● TASK INSTRUCTIONS
From the records below, copy out exactly the lines from the one containing "if (v->is == IS_TEXT)" to the one containing "size_t n = count_params(f);", both included. Add nothing else.

● RECORD EXCERPTS
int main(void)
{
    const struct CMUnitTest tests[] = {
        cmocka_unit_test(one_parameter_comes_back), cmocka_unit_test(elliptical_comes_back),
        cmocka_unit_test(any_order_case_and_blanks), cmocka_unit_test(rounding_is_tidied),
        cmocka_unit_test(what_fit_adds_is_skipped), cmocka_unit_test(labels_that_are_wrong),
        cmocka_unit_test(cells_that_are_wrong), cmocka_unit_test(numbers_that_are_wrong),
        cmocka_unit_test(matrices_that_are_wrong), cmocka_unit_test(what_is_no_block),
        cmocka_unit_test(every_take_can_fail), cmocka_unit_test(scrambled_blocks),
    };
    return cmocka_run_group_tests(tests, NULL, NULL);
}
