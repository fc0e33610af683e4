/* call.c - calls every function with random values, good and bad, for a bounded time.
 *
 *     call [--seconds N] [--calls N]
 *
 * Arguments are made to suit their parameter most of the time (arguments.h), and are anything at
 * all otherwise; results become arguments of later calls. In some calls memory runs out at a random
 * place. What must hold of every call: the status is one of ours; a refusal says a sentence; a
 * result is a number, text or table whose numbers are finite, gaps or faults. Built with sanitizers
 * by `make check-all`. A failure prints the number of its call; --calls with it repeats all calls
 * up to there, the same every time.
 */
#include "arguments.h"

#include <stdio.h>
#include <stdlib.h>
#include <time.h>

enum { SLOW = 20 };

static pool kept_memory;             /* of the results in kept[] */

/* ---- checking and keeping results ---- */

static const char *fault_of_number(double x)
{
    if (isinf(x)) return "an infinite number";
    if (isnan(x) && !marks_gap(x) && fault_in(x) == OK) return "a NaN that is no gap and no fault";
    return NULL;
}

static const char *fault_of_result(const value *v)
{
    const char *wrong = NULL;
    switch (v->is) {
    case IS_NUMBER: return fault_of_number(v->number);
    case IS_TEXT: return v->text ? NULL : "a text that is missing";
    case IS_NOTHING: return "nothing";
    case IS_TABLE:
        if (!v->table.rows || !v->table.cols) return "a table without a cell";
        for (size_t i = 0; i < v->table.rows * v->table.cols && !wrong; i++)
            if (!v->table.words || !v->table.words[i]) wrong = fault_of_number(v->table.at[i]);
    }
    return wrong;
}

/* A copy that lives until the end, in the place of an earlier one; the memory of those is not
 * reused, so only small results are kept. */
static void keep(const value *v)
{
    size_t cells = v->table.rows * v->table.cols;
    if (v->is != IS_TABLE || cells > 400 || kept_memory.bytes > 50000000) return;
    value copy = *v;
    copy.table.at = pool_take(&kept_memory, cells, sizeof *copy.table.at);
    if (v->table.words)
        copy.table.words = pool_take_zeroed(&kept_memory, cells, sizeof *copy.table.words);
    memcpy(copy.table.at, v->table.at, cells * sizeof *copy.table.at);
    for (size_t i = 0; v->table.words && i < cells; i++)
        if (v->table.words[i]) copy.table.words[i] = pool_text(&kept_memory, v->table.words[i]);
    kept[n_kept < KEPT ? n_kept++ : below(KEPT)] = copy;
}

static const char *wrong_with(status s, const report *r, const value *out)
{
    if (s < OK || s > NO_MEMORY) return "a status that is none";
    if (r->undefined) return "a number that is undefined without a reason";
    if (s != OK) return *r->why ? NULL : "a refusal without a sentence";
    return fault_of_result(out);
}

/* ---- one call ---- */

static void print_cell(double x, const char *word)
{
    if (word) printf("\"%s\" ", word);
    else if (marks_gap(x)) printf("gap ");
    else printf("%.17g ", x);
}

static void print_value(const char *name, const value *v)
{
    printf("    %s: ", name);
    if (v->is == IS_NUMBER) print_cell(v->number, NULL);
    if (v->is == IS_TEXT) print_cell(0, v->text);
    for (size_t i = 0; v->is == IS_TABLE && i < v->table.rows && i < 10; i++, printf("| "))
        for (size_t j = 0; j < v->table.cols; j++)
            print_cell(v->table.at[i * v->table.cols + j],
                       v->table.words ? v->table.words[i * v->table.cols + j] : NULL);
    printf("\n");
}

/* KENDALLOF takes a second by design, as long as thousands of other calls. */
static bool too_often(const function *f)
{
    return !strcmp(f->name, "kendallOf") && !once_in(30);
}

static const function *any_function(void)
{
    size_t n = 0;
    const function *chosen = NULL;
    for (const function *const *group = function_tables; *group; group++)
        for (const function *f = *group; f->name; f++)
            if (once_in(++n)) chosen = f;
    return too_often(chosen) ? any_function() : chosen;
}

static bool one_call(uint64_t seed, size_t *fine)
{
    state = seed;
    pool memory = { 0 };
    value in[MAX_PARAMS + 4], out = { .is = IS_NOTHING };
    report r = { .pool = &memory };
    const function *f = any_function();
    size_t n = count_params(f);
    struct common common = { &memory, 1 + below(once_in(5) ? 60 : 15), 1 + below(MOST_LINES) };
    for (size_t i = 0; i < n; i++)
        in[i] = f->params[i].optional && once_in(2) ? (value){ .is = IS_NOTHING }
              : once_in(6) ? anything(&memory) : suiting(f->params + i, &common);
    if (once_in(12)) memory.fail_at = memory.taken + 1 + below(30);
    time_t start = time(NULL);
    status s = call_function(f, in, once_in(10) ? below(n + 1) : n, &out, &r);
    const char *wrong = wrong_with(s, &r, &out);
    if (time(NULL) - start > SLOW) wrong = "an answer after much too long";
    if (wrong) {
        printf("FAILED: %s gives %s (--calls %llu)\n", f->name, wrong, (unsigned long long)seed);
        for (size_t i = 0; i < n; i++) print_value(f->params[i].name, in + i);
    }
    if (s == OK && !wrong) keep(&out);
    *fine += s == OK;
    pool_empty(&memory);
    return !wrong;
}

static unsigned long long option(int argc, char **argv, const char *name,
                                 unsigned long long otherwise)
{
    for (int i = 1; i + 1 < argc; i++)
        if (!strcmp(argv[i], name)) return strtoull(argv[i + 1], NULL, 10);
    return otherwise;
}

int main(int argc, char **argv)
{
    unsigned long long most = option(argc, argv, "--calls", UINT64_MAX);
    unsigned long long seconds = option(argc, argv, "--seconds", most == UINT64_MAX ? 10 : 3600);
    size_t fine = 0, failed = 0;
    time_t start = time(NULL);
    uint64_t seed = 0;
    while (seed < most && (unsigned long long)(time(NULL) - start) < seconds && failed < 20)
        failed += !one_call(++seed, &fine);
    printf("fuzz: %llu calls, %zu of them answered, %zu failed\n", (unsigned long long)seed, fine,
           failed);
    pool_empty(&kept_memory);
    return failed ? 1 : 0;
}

● REPLY
    if (v->is == IS_TEXT) print_cell(0, v->text);
    for (size_t i = 0; v->is == IS_TABLE && i < v->table.rows && i < 10; i++, printf("| "))
        for (size_t j = 0; j < v->table.cols; j++)
            print_cell(v->table.at[i * v->table.cols + j],
                       v->table.words ? v->table.words[i * v->table.cols + j] : NULL);
    printf("\n");
}

/* KENDALLOF takes a second by design, as long as thousands of other calls. */
static bool too_often(const function *f)
{
    return !strcmp(f->name, "kendallOf") && !once_in(30);
}

static const function *any_function(void)
{
    size_t n = 0;
    const function *chosen = NULL;
    for (const function *const *group = function_tables; *group; group++)
        for (const function *f = *group; f->name; f++)
            if (once_in(++n)) chosen = f;
    return too_often(chosen) ? any_function() : chosen;
}

static bool one_call(uint64_t seed, size_t *fine)
{
    state = seed;
    pool memory = { 0 };
    value in[MAX_PARAMS + 4], out = { .is = IS_NOTHING };
    report r = { .pool = &memory };
    const function *f = any_function();
    size_t n = count_params(f);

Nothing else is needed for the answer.